AGE form as a part of normal metabolism of food in the body, and are highly dependent on the food’s glucose concentration as well as the cooking temperature/technique used. AGE accumulation in the body also increases with compromised renal function, which is common in diabetes.
To further reinforce the idea of increased retinal apoptosis occurring in diabetes, there are dozens of studies looking at multifocal electroretinogram (ERG) and visual evoked potential (VEP) responses in type 1 & type 2 diabetes which consistently show abnormal findings in the diabetic retina.35-37 There is a direct correlation between duration of diabetes, HbA1c control, severity of retinopathy and the increase in response latency on ERG testing. Diabetics have been shown to have a delayed ERG response two to four times that of normals, which also can correlate with visual field defects occurring independent of retinopathy, glaucoma or panretinal photocoagulation.35
One study showed an 8 to 10% increase in VEP latency in diabetics versus controls, showing a compromise in the visual pathway in diabetics.15 It is debatable whether performing these diagnostic tests can predict which diabetic patients are more likely to develop future microvascular complications or neurodegenerative changes. These tests are not always easily accessible and may be costly and impractical in most clinical settings.
These findings raise the question of viewing diabetes as solely a microvascular disease, as these findings also indicate neurodegenerative changes. Insulin resistance and oxidative stress in the brain have been shown to be major causes of Alzheimer’s disease, and in the literature Alzheimer’s disease has been referenced as type 3 diabetes.33,34
As practitioners on the front lines of ocular disease management, it is important to have an arsenal of different management strategies in our clinical toolbox. Currently, reducing intraocular pressure is the only current evidence-based treatment and modifiable risk factor for open angle glaucoma. However, given the growing body of evidence linking DM to POAG, eye care providers may be able to leverage this association in caring for these patients.
The treatment protocol for patients with POAG in the context of diabetes or metabolic syndrome needs to be multifaceted.

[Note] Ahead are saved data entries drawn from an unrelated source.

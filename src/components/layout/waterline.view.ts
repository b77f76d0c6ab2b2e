export type Vessel = {
  readonly tag: string;
  readonly temperatureC: number | null;
  readonly taken: number;
  readonly positions: number;
  /** `stale`: the log is too old to say the temperature; `out`: out of use. */
  readonly state: 'ok' | 'stale' | 'out';
  /** Said instead of the temperature where the chamber is out: `mapping`. */
  readonly why?: string | undefined;
  /** The whole state as one sentence: the name of the link. */
  readonly sentence: string;
  readonly href: string;
};

const bottom = 21;
const depth = 19.5;

/** Where the water stands in a vessel 22 px high; the walls reach from 0 to 21. */
export function waterLevel(vessel: Pick<Vessel, 'taken' | 'positions'>): {
  y: number;
  height: number;
} {
  const share = vessel.positions === 0 ? 0 : Math.min(1, vessel.taken / vessel.positions);
  const height = share * depth;
  return { y: bottom - height, height };
}

export function countPositions(vessels: readonly Vessel[]): { taken: number; positions: number } {
  return {
    taken: vessels.reduce((sum, vessel) => sum + vessel.taken, 0),
    positions: vessels.reduce((sum, vessel) => sum + vessel.positions, 0),
  };
}
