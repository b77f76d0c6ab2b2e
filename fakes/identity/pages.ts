import type { StandInPerson } from './people.ts';

function escape(text: string): string {
  return text
    .replaceAll('&', '&amp;')
    .replaceAll('<', '&lt;')
    .replaceAll('>', '&gt;')
    .replaceAll('"', '&quot;');
}

/** Served as its own file, so that no page carries inline style or script. */
export const styleSheet = `
:root { color-scheme: light dark; --paper:#f6f5f0; --sheet:#fdfcf9; --ink:#14262b; --ink-2:#3f5257; --rule:#d3d9d4; --edge:#75868a; --mari:#7d4e06; --heron:#35577d; }
@media (prefers-color-scheme: dark) { :root { --paper:#111c1f; --sheet:#18262a; --ink:#e7ebe4; --ink-2:#b9c5c0; --rule:#26363a; --edge:#72878a; --mari:#e9b765; --heron:#8bafd8; } }
* { box-sizing: border-box; }
body { margin: 0; background: var(--paper); color: var(--ink); font: 14px/21px "Noto Sans", system-ui, sans-serif; }
main { max-width: 720px; margin: 0 auto; padding: 48px 24px; }
h1 { font-size: 22px; line-height: 28px; margin: 0 0 8px; }
p { margin: 0 0 16px; color: var(--ink-2); }
.note { color: var(--mari); }
ul { list-style: none; margin: 0; padding: 0; border-top: 1.5px solid var(--ink); }
li { border-bottom: 1px solid var(--rule); }
button { display: grid; grid-template-columns: minmax(9em, 14em) 1fr; gap: 4px 16px; width: 100%; min-height: 44px; align-items: center; text-align: left; border: 0; background: none; color: inherit; font: inherit; padding: 6px 4px; cursor: pointer; }
button:hover { background: var(--sheet); }
button b { color: var(--heron); text-decoration: underline; text-underline-offset: 2px; }
button span { color: var(--ink-2); }
button:focus-visible { outline: 2px solid var(--ink); outline-offset: 2px; }
.plain { display: inline-block; width: auto; border: 1px solid var(--edge); padding: 6px 16px; }
@media (max-width: 520px) { button { grid-template-columns: 1fr; } main { padding: 24px 16px; font-size: 16px; } }
`;

function page(title: string, body: string): string {
  return `<!doctype html><html lang="en-GB"><head><meta charset="utf-8"><meta name="viewport" content="width=device-width,initial-scale=1"><title>${title}</title><link rel="stylesheet" href="/stand-in.css"></head><body><main>${body}</main></body></html>`;
}

export function choosePage(uid: string, people: readonly StandInPerson[]): string {
  const rows = people
    .map(
      (entry) =>
        `<li><button type="submit" name="sub" value="${escape(entry.sub)}"><b>${escape(entry.name)}</b><span>${escape(entry.roles.join(', '))}: ${escape(entry.note)}</span></button></li>`,
    )
    .join('');
  return page(
    'Choose a demo person',
    `<h1>Choose a demo person</h1><p class="note">Local stand-in for your organisation’s sign-in. Nothing here is a real account, and no password is asked.</p><form method="post" action="/interaction/${escape(uid)}"><ul>${rows}</ul></form>`,
  );
}

export function messagePage(title: string, sentence: string): string {
  return page(escape(title), `<h1>${escape(title)}</h1><p>${escape(sentence)}</p>`);
}

/** The provider hands over a form that only needs its button; one click ends the session. */
export function signOutPage(form: string): string {
  return page(
    'Sign out',
    `<h1>Sign out</h1><p>Local stand-in for your organisation’s sign-in: end the session here too?</p>${form}<p><button class="plain" type="submit" form="op.logoutForm" name="logout" value="yes" autofocus>Sign out</button></p>`,
  );
}
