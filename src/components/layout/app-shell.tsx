import type { ReactNode } from 'react';
import { Link } from 'react-router-dom';
import { t } from '#src/texts/t.ts';
import { BrandMark } from './brand-mark.tsx';
import { NavWords, type NavWord } from './navigation.tsx';
import { PersonMenu, type Person } from './person-menu.tsx';
import { usePhoneMenu } from './phone-menu.tsx';

export type { NavWord } from './navigation.tsx';
export type { Person } from './person-menu.tsx';

export type AppShellProps = {
  homeHref: string;
  nav: readonly NavWord[];
  /** The search field; a {@link FindField} as a rule. */
  find?: ReactNode;
  /** The site's name, or a Select where the person has several. */
  siteSwitch: ReactNode;
  siteName: string;
  /** `Tue 16 Jun 10:42`, in the site's zone. */
  siteClock: string;
  person: Person;
  onSignOut: () => void;
  waterline?: ReactNode;
  children: ReactNode;
};

/** Header, waterline and the one main landmark every page lives in. */
export function AppShell(props: AppShellProps) {
  const menu = usePhoneMenu(props);
  const clock = (
    <span className="mp-figure">
      <span className="mp-hidden">{t.layout.siteTime(props.siteName)} </span>
      {props.siteClock}
    </span>
  );
  return (
    <>
      <a className="mp-skip" href="#main">
        {t.layout.skip}
      </a>
      <header>
        <div className="mp-header">
          <Link className="mp-brand" to={props.homeHref} aria-label={t.layout.home}>
            <BrandMark size={22} />
            {t.layout.product}
          </Link>
          <nav className="mp-nav" aria-label={t.layout.mainNavigation}>
            <NavWords words={props.nav} />
          </nav>
          <div className="mp-header-end">
            {props.find}
            <span className="mp-site">{props.siteSwitch}</span>
            {clock}
            <PersonMenu person={props.person} onSignOut={props.onSignOut} />
          </div>
          <span className="mp-header-time">{clock}</span>
          {menu.opener}
        </div>
        {menu.panel}
      </header>
      {props.waterline}
      <main id="main" tabIndex={-1}>
        {props.children}
      </main>
    </>
  );
}
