/** One person the stand-in can sign in. */
export type StandInPerson = {
  readonly sub: string;
  readonly name: string;
  readonly email: string;
  /** `role` (every site) or `role@site`. */
  readonly roles: readonly string[];
  /** What the person does, in a few words, for the page where one is chosen. */
  readonly note: string;
};

function person(sub: string, name: string, roles: readonly string[], note: string): StandInPerson {
  return { sub, name, email: `${sub}@larkfen.example`, roles, note };
}

/** The invented staff of Larkfen Cells. Nobody here exists. */
export const demoPeople: readonly StandInPerson[] = [
  person('hallowe', 'B. Hallowe', ['engineer@larkfen'], 'asks for slots, reads the evidence'),
  person('osmery', 'T. Osmery', ['scheduler'], 'turns requests into bookings'),
  person('fennick', 'I. Fennick', ['metrologist'], 'keeps the instruments in date'),
  person('dunmarle', 'P. Dunmarle', ['metrologist'], 'the second signature'),
  person('marwhin', 'S. Marwhin', ['manager'], 'approves, closes, sets policy'),
  person('yelland', 'A. Yelland', ['safety'], 'releases cell types, sets limits'),
  person('quenby', 'L. Quenby', ['auditor'], 'reads everything, changes nothing'),
  person('tarn', 'R. Tarn', ['admin'], 'people, sites, roles'),
  person('crandle', 'E. Crandle', ['engineer@larkfen'], 'works on other projects'),
  person('vessant', 'N. Vessant', ['engineer@otterholm'], 'asks for slots at Otterholm'),
];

Recruiting other medical subspecialties and referring patients when necessary may also be vital in a comprehensive glaucoma management plan. These can include PCPs, dieticians, and behavioral health counselors to help address other comorbidities. Also, optometrists shouldn’t underestimate the impact that the “lifestyle” conversation can have on these patients. While they may not expect this coming from their eye doctor, it can be a great way to reinforce what they’ve already been told by other providers or to address any unanswered questions they may have regarding their diabetes management.
While reduction in IOP continues to be the mainstay of glaucoma treatment, addressing concomitant metabolic disease must be included in a comprehensive management plan. There is a strong, multifactorial link between diabetes and an increased risk of developing primary open angle glaucoma. With the significant increase in incidence of diabetes worldwide, eye care providers will likely see a rise in new cases of glaucoma attributed to metabolic dysfunction. As new research continues to unfold, the clinical management of POAG in the context of diabetes and metabolic syndrome may change tremendously.